This makes it much easier to see patterns across all variables at once.

Customising the Graph

The ggcorrplot() function has many optional arguments. If you type in ?ggcorrplot to your console you can see there are many optional arguments. Try make the following changes to your graph

  1. Add a meaningful title.
  2. Try changing the display type lower and upper, see what looks best.
  3. Display the correlation values (lab = TRUE).
  4. Change the colours of the correlations
  5. Change the method to “circle” instead of squares.
  6. Try some of the arguments, see what you think looks best
ggcorrplot(
  mcor,
  type = "lower",
  method = "circle",
  lab = TRUE,
  title = "Correlation Matrix of Psychological Variables",
  colors = c("red", "white", "green")
)

Saving the graph using `ggsave()

Rather than exporting manually from the Plots panel, it is better practice to save graphs directly using code. This improves reproducibility.

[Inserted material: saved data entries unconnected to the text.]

import { lazy, Suspense, useCallback, useEffect, useRef, useState } from 'react';
import { Link, useParams } from 'react-router-dom';
import { formatMoney } from '@shared/calc/money';
import { CHECK_IN_UNDO_SECONDS, GATE_WORDS, PAYMENT_STATE_LABELS } from '@shared/gate-phone';
import type { GateCard } from '@shared/schemas/show-day';
import { useShow } from '../api/get-show';
import { useCheckInAtGate } from '../api/check-in-at-gate';
import { useGateCounts } from '../api/get-gate-counts';
import { useLookUpGateCard, type GateCardQuery } from '../api/look-up-gate-card';
import { useGateRoster } from '../api/get-gate-roster';
import { queueCheckIn } from '../offline/gate-outbox';
import { lookUpOnPhone } from '../offline/local-lookup';
import { useGateQueue } from '../offline/use-gate-queue';
import { readQueue } from '../offline/gate-store';
import { GateOutboxPanel } from './gate-outbox-panel';
import { ApiError } from '@client/lib/api';
import { useOnline } from '@client/features/judging/components/use-online';
import { useUndoCheckIn } from '../api/undo-check-in';
import { useQrScanner, warmQrDecoder } from './use-qr-scanner';
import { LoadingState, ErrorState } from '@client/components/ui/states';
import { useEarlyForm } from '@client/lib/early-form';

// The walk-up form (a form library and the shared schemas) loads once the screen is up: it is for a car with no
// entry, online only, and the gate's first load on one bar stays light. The gate's worker keeps its chunk too.
const WalkUpForm = lazy(async () => ({ default: (await import('./walk-up-form')).WalkUpForm }));

const big = 'min-h-12 w-full border-2 px-4 py-3 font-display text-xl uppercase tracking-wide disabled:opacity-50';

/** Arrived / expected per class, refreshed every few seconds. */
function Counts({ eventId }: { eventId: number }) {
  const counts = useGateCounts(eventId);
  if (!counts.data) return null;
  return (
    <section aria-label="Arrived" className="mt-6 border-2 border-ink bg-white p-3">
      <p className="font-display text-2xl uppercase tabular-nums">Arrived {counts.data.arrived} / {counts.data.expected}</p>
      <ul className="mt-2 space-y-1 text-lg tabular-nums">
        {counts.data.classes.map((c) => (
          <li key={c.classId} className="flex justify-between border-b border-rule py-1">
            <span>{c.name}</span>
            <span aria-label={`${c.name}: ${c.arrived} of ${c.expected} arrived`}>{c.arrived} / {c.expected}</span>
          </li>
        ))}
      </ul>
    </section>
  );
}

/** The car that came up: photo, number, title, class, payment and the problem in words, then one big button. */
function CarCard({ eventId, card, onChange, justChecked }: { eventId: number; card: GateCard; onChange: (c: GateCard, checked: boolean) => void; justChecked: boolean }) {
  const checkIn = useCheckInAtGate(eventId);
  const [onPhone, setOnPhone] = useState(false);
  // With no signal (or when the request cannot get out) the check-in is queued on the phone and sent later.
  const check = (takeCash: boolean) => {
    const e = card.entry!;
    const queue = () => void queueCheckIn(eventId, e.number!, takeCash, e.title).then(() => setOnPhone(true));
    if (!navigator.onLine) return queue();
    checkIn.mutate({ number: e.number!, takeCash }, { onSuccess: (c) => onChange(c, true), onError: (err) => (err instanceof ApiError && err.code === 'NETWORK' ? queue() : undefined) });
  };
  const undo = useUndoCheckIn(eventId);
  const [secondsLeft, setSecondsLeft] = useState(0);
  const e = card.entry;
  useEffect(() => {
    if (!justChecked || !e?.checkedInAt) return;
    const tick = () => setSecondsLeft(Math.max(0, CHECK_IN_UNDO_SECONDS - Math.floor((Date.now() - new Date(e.checkedInAt!).getTime()) / 1000)));
    tick();
    const t = setInterval(tick, 1000);
    return () => clearInterval(t);
  }, [justChecked, e?.checkedInAt]);

  const error = (checkIn.error instanceof ApiError && checkIn.error.code === 'NETWORK' ? null : checkIn.error) ?? undo.error;
  return (
    <section aria-label="Scanned car" aria-live="polite" className="mt-4 border-2 border-ink bg-white">
      {e?.cover ? <img src={e.cover.src} width={e.cover.width} height={e.cover.height} alt="" className="aspect-[3/2] w-full object-cover" /> : null}
      <div className="p-3">
        {e ? (
          <>
            <p className="font-display text-5xl tabular-nums">{GATE_WORDS.numberPrefix}{e.number ?? '—'}</p>
            <p className="text-2xl font-semibold">{e.title}</p>
            <p className="text-xl">{GATE_WORDS.classPrefix}{e.className}</p>
            <p className="text-xl">{GATE_WORDS.paymentPrefix}{PAYMENT_STATE_LABELS[e.payment]}{e.payment === 'unpaid' ? ` (${formatMoney(e.feeAmount, e.currency)})` : ''}</p>
          </>
        ) : null}
        {justChecked ? <p role="status" className="mt-3 border-l-8 border-ok bg-ok/10 p-3 text-2xl font-semibold">Checked in.</p> : null}
        {onPhone ? <p role="status" className="mt-3 border-l-8 border-ok bg-ok/10 p-3 text-2xl font-semibold">Checked in on this phone. It goes to the server when the signal returns.</p> : null}
        {card.message && !justChecked && !onPhone ? <p role="alert" className="mt-3 border-l-8 border-danger bg-danger/10 p-3 text-xl font-semibold">{card.message}</p> : null}
        {error ? <p role="alert" className="mt-3 border-l-8 border-danger p-3 text-xl">{error.message}</p> : null}
        {e && card.canCheckIn && !onPhone ? (
          <button type="button" className={`${big} mt-3 border-ink bg-ink text-paper`} disabled={checkIn.isPending} onClick={() => check(false)}>
            Check in
          </button>
        ) : null}
        {e && card.canTakeCash && !onPhone ? (
          <button type="button" className={`${big} mt-3 border-ink bg-ink text-paper`} disabled={checkIn.isPending} onClick={() => check(true)}>
            Take {formatMoney(e.feeAmount, e.currency)} cash and check in
          </button>
        ) : null}
        {e && justChecked && secondsLeft > 0 ? (
          <button type="button" className={`${big} mt-3 border-ink bg-paper text-ink`} disabled={undo.isPending} onClick={() => undo.mutate(e.id, { onSuccess: (c) => onChange(c, false) })}>
            Undo ({secondsLeft} s)
          </button>
        ) : null}
      </div>
    </section>
  );
}

/** Gate check-in on a phone: scan the card's QR code or type the number; with no signal, from the phone's copy of the show. */
export function GatePage() {
  const eventId = Number(useParams().id);
  const online = useOnline();
  const show = useShow(eventId);
  const roster = useGateRoster(eventId, show.data ? show.data.abilities.checkIn : show.isError);
  const queue = useGateQueue(eventId);
  const lookUp = useLookUpGateCard(eventId);
  const counts = useGateCounts(eventId);
  const [notFound, setNotFound] = useState<string | null>(null);
  const [justChecked, setJustChecked] = useState(false);
  const [camera, setCamera] = useState(false);
  // The number typed (and perhaps sent) on the gate the server drew before this code arrived carries on here.
  const early = useEarlyForm('gate');
  const [typed, setTyped] = useState(() => (early?.values.number ?? '').replace(/\D/g, ''));
  // The car the drawn gate already found (the same API's answer, kept on its form) stays up: no second look-up.
  const [card, setCard] = useState<GateCard | null>(() => (early?.answer as { card?: GateCard } | null)?.card ?? null);
  const earlySend = useRef((early?.sent ?? false) && !card);
  const found = (c: GateCard) => {
    setCard(c);
    setNotFound(null);
    setJustChecked(false);
  };
  const find = useCallback(
    (what: GateCardQuery) => {
      const onPhone = async () => {
        if (!roster.data) return setNotFound('No signal, and this phone has no copy of the show yet.');
        const local = lookUpOnPhone(roster.data, await readQueue(eventId), what);
        if ('notFound' in local) {
          setCard(null);
          setNotFound(local.notFound);
        } else found(local);
      };
      if (!navigator.onLine) return void onPhone();
      lookUp.mutate(what, { onSuccess: found, onError: (err) => (err instanceof ApiError && err.code === 'NETWORK' ? void onPhone() : setNotFound(null)) });
    },
    [lookUp, roster.data, eventId],
  );
  const onCode = useCallback((text: string) => find({ code: text }), [find]);
  useEffect(() => {
    // Scoped to /gate: keeps this screen's shell on the phone so it reloads with no signal.
    if ('serviceWorker' in navigator && import.meta.env.PROD) void navigator.serviceWorker.register('/gate-sw.js', { scope: '/gate' });
    warmQrDecoder();
  }, []);
  const { videoRef, error: cameraError } = useQrScanner(camera, onCode);

  const name = show.data?.name ?? roster.data?.show.name;
  const open = show.data?.abilities.checkIn ?? roster.data?.show.checkIn ?? false;
  useEffect(() => {
    // Sent before the code arrived: looked up once the gate is known to be open (a closed gate says why instead).
    if (!open || !earlySend.current) return;
    earlySend.current = false;
    const n = Number(typed);
    if (Number.isInteger(n) && n > 0) find({ number: n });
  }, [open, typed, find]);
  if (!name && (show.isPending || (roster.isPending && roster.fetchStatus !== 'idle'))) return <LoadingState />;
  if (!name) return <ErrorState error={show.error ?? roster.error} />;
  const lookUpError = lookUp.error instanceof ApiError && lookUp.error.code === 'NETWORK' ? null : lookUp.error;
  return (
    <div className="mx-auto max-w-md text-lg">
      <div className="flex items-baseline justify-between gap-2">
        <h1 className="font-display text-3xl uppercase">{GATE_WORDS.heading(name)}</h1>
        <span role="status" className={`shrink-0 font-display text-sm uppercase tracking-wide ${online ? 'text-ok' : 'text-danger'}`}>{online ? 'Online' : 'No signal'}</span>
      </div>
      {!open ? <p role="alert" className="mt-3 border-l-8 border-caution p-3">The gate opens on show day; an organiser opens it from the show's steps.</p> : null}
      {open ? (
        <>
          <div className="mt-3 border-2 border-ink bg-ink">
            {camera ? <video ref={videoRef} muted playsInline aria-label="Camera" className="aspect-square w-full object-cover" /> : null}
            <button type="button" className={`${big} border-ink ${camera ? 'bg-paper text-ink' : 'bg-signal-ink text-paper'}`} onClick={() => setCamera((c) => !c)}>
              {camera ? 'Stop camera' : GATE_WORDS.scan}
            </button>
          </div>
          {cameraError ? <p role="alert" className="mt-2 text-danger">{cameraError}</p> : null}
          <form
            className="mt-3 flex gap-2"
            onSubmit={(ev) => {
              ev.preventDefault();
              const n = Number(typed);
              if (Number.isInteger(n) && n > 0) find({ number: n });
            }}
          >
            <input inputMode="numeric" pattern="[0-9]*" aria-label={GATE_WORDS.entryNumber} placeholder={GATE_WORDS.entryNumber} autoFocus={early?.focused === 'number'} value={typed} onChange={(e) => setTyped(e.target.value.replace(/\D/g, ''))} className="min-h-12 min-w-0 flex-1 border-2 border-ink bg-white px-3 text-2xl tabular-nums" />
            <button type="submit" className="min-h-12 min-w-24 shrink-0 border-2 border-ink bg-ink px-4 font-display text-xl uppercase text-paper">{GATE_WORDS.find}</button>
          </form>
          {lookUp.isPending ? <LoadingState label="Looking up…" /> : null}
          {lookUpError ? <p role="alert" className="mt-3 border-l-8 border-danger p-3 text-xl font-semibold">{lookUpError.message}</p> : null}
          {notFound ? <p role="alert" className="mt-3 border-l-8 border-danger p-3 text-xl font-semibold">{notFound}</p> : null}
          {card && !lookUp.isPending && !lookUpError ? (
            <CarCard
              key={`${card.entry?.id ?? 'none'}-${card.problem}-${card.entry?.checkedInAt ?? ''}`}
              eventId={eventId}
              card={card}
              justChecked={justChecked}
              onChange={(c, checked) => {
                setCard(c);
                setJustChecked(checked);
              }}
            />
          ) : null}
          <GateOutboxPanel queue={queue} />
          {online && counts.data ? <Suspense fallback={null}><WalkUpForm eventId={eventId} classes={counts.data.classes} fee={show.data && show.data.entryFee > 0 ? { amount: show.data.entryFee, currency: show.data.currency } : null} onEntered={(c) => { setCard(c); setJustChecked(true); setNotFound(null); }} /></Suspense> : null}
          {online ? <Counts eventId={eventId} /> : null}
        </>
      ) : null}
      {/* The way to another show's gate, or out: the gate sits outside the app's menu. Its screens need the signal. */}
      {online ? (
        <p className="mt-8">
          <Link to="/shows" className="inline-flex min-h-11 items-center underline">Your shows</Link>
        </p>
      ) : null}
    </div>
  );
}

First, assign the plot to a variable name, then use ggsave() to export it.

corr_plot <- ggcorrplot(
  mcor,
  type = "lower",
  method = "circle",
  lab = TRUE,
  title = "Correlation Matrix of Psychological Variables",
  colors = c("red", "white", "blue")
)

ggsave(
  filename = "correlation_matrix.png",
  plot = corr_plot,
  width = 8,
  height = 6,
  dpi = 300
)

How ggsave() Works

  • filename → the name of the file to save.

  • plot → the name of the plot variable you want to save.

  • width and height → the size of the image (in inches by default).

  • dpi → resolution (300 is standard for reports and publications).

The file will be saved to your working directory unless you specify a different file path.

Saving the graph using RStudio functions

You may also want to save your graphs outside of R (e.g. to use in a report or paper). There are a few ways to do this.

  1. To simply export from the “Plots” panel in R (as below).

Activity 9: Power analyses!

Here we are going to learn about how to conduct a power analysis for a correlation.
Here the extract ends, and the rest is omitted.